What do your labs look like? Do you have copies? Can you post the most recent results and the ranges? We must have the ranges.

Have you had any antibodies' tests or a radioactive uptake scan?

How do you feel?


----------



## MrGraves (Nov 6, 2009)

Same thing happened with me, not in such a short time span but, I was diagnosed with graves, the PTU did not help, it made me sick and they told me my tsh was so high that they could not give me that much ptu, as andros and nasdaqP know (if they remember me) I was / am a indignant jerk to my doctors and the ignorance surrounding this "disease" I finally got a good doc, have had a TON of blood tests done, did some very unconventional things that a doc would never recommend and for the last 180 days, I have been "normal" and don't have to go back for any tests until July.

My Doc thinks Ive been hyper and UN diagnosed since I was a teen, I'm now 37 and he said he thinks it has just burnt itself out, I had no radiation and no radiouptake because I had a serious kidney surgery and they did not want to stress my kidneys. It was almost like night and day, I was super hyper! sweating all the time, just totally unorganized in thought, crazy raving mad most of the day, and could never sleep. I weighed 140 pounds and could drink a 5th of crown royal and smoke a ounce of weed and not be even close to passed out and would tell my doctor this. they had me on Soma (which is like heroin x3) I was taking 6 of those a day, smoking, drinking, just to feel calm, then my white blood cell count went through the roof so I quit taking everything, no smoking, no drinking, no pills.. nothing, BUT my TSH was still very high, it took about 6 months and I just started feeling better... was having the blood tests done and they said my TSH and things in my CBC's were getting stable, doc said this had nothing to do with the substance abuse (and I was abusing it) 4 tests ago was the kicker, my tsh just took a nose dive to almost normal and has been just a TAD high (they said for me, as high as it was, this level is great and they advised to just do what I want to do) and for almost half a year I have felt great. One thing I do notice is that, I also used to be able to eat like a horse, I mean, I could put food down the ole gullet all day! and never gain a pound, now, I'm gaining weight pretty badly and I work out 4 days a week and this spare tire is HARD to get rid of and I'm ravenously hungry most of the day, but thats better than feeling the way I felt.

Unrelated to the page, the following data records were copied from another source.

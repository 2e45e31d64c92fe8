import { useMutation, useQueryClient } from '@tanstack/react-query';
import { api, setCsrfToken } from '@/lib/api-client';
import { replaceSessionUser } from './get-me';

export async function logout(): Promise<void> {
  await api.post<void>('/api/auth/logout');
  setCsrfToken(null);
}

export function useLogout() {
  const queryClient = useQueryClient();
  return useMutation({
    mutationFn: logout,
    meta: { handlesUnauthorized: true },
    // A 401 here means the session had already ended: the outcome is the same.
    onSettled: () => {
      setCsrfToken(null);
      replaceSessionUser(queryClient, null);
    },
  });
}
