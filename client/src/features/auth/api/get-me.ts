import { queryOptions, useQuery, type QueryClient } from '@tanstack/react-query';
import { meResponseSchema, type SessionUser } from '@shared/api/auth';
import { api, isApiError } from '@/lib/api-client';

/** The signed-in staff member, or null when nobody is signed in (401). */
export async function getMe(signal?: AbortSignal): Promise<SessionUser | null> {
  try {
    const { user } = await api.get('/api/auth/me', { schema: meResponseSchema, signal });
    return user;
  } catch (error) {
    if (isApiError(error) && error.status === 401) return null;
    throw error;
  }
}

export function meQueryOptions() {
  return queryOptions({
    queryKey: ['auth', 'me'] as const,
    queryFn: ({ signal }) => getMe(signal),
    staleTime: 60_000,
    // "Not signed in" is an answer here, not a session that just ended.
    meta: { handlesUnauthorized: true },
  });
}

export function useMe() {
  return useQuery(meQueryOptions());
}

/**
 * Records who is signed in now (null: nobody). Everything else cached belonged
 * to the previous session and may not be shown to the next person at this desk.
 */
export function replaceSessionUser(queryClient: QueryClient, user: SessionUser | null): void {
  const authScope = meQueryOptions().queryKey[0];
  queryClient.removeQueries({ predicate: (query) => query.queryKey[0] !== authScope });
  queryClient.setQueryData(meQueryOptions().queryKey, user);
}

Your in a great place with people who know their stuff, don't be afraid to answer the math questions about levels and scales, these folks will help you and probly saved my life a few times. I'm sorry to hear you are going through this but if your normal Id wait on the radiation thing a while and see what happens. All you folks are in my prayers! 
Peace!!!!


----------



## Andros (Aug 26, 2009)

MrGraves said:


> Same thing happened with me, not in such a short time span but, I was diagnosed with graves, the PTU did not help, it made me sick and they told me my tsh was so high that they could not give me that much ptu, as andros and nasdaqP know (if they remember me) I was / am a indignant jerk to my doctors and the ignorance surrounding this "disease" I finally got a good doc, have had a TON of blood tests done, did some very unconventional things that a doc would never recommend and for the last 180 days, I have been "normal" and don't have to go back for any tests until July.
> 
> My Doc thinks Ive been hyper and UN diagnosed since I was a teen, I'm now 37 and he said he thinks it has just burnt itself out, I had no radiation and no radiouptake because I had a serious kidney surgery and they did not want to stress my kidneys. It was almost like night and day, I was super hyper! sweating all the time, just totally unorganized in thought, crazy raving mad most of the day, and could never sleep. I weighed 140 pounds and could drink a 5th of crown royal and smoke a ounce of weed and not be even close to passed out and would tell my doctor this. they had me on Soma (which is like heroin x3) I was taking 6 of those a day, smoking, drinking, just to feel calm, then my white blood cell count went through the roof so I quit taking everything, no smoking, no drinking, no pills.. nothing, BUT my TSH was still very high, it took about 6 months and I just started feeling better... was having the blood tests done and they said my TSH and things in my CBC's were getting stable, doc said this had nothing to do with the substance abuse (and I was abusing it) 4 tests ago was the kicker, my tsh just took a nose dive to almost normal and has been just a TAD high (they said for me, as high as it was, this level is great and they advised to just do what I want to do) and for almost half a year I have felt great. One thing I do notice is that, I also used to be able to eat like a horse, I mean, I could put food down the ole gullet all day! and never gain a pound, now, I'm gaining weight pretty badly and I work out 4 days a week and this spare tire is HARD to get rid of and I'm ravenously hungry most of the day, but thats better than feeling the way I felt.
> 
> ...


LHM! It is really good to hear from you! Of course we "remember!"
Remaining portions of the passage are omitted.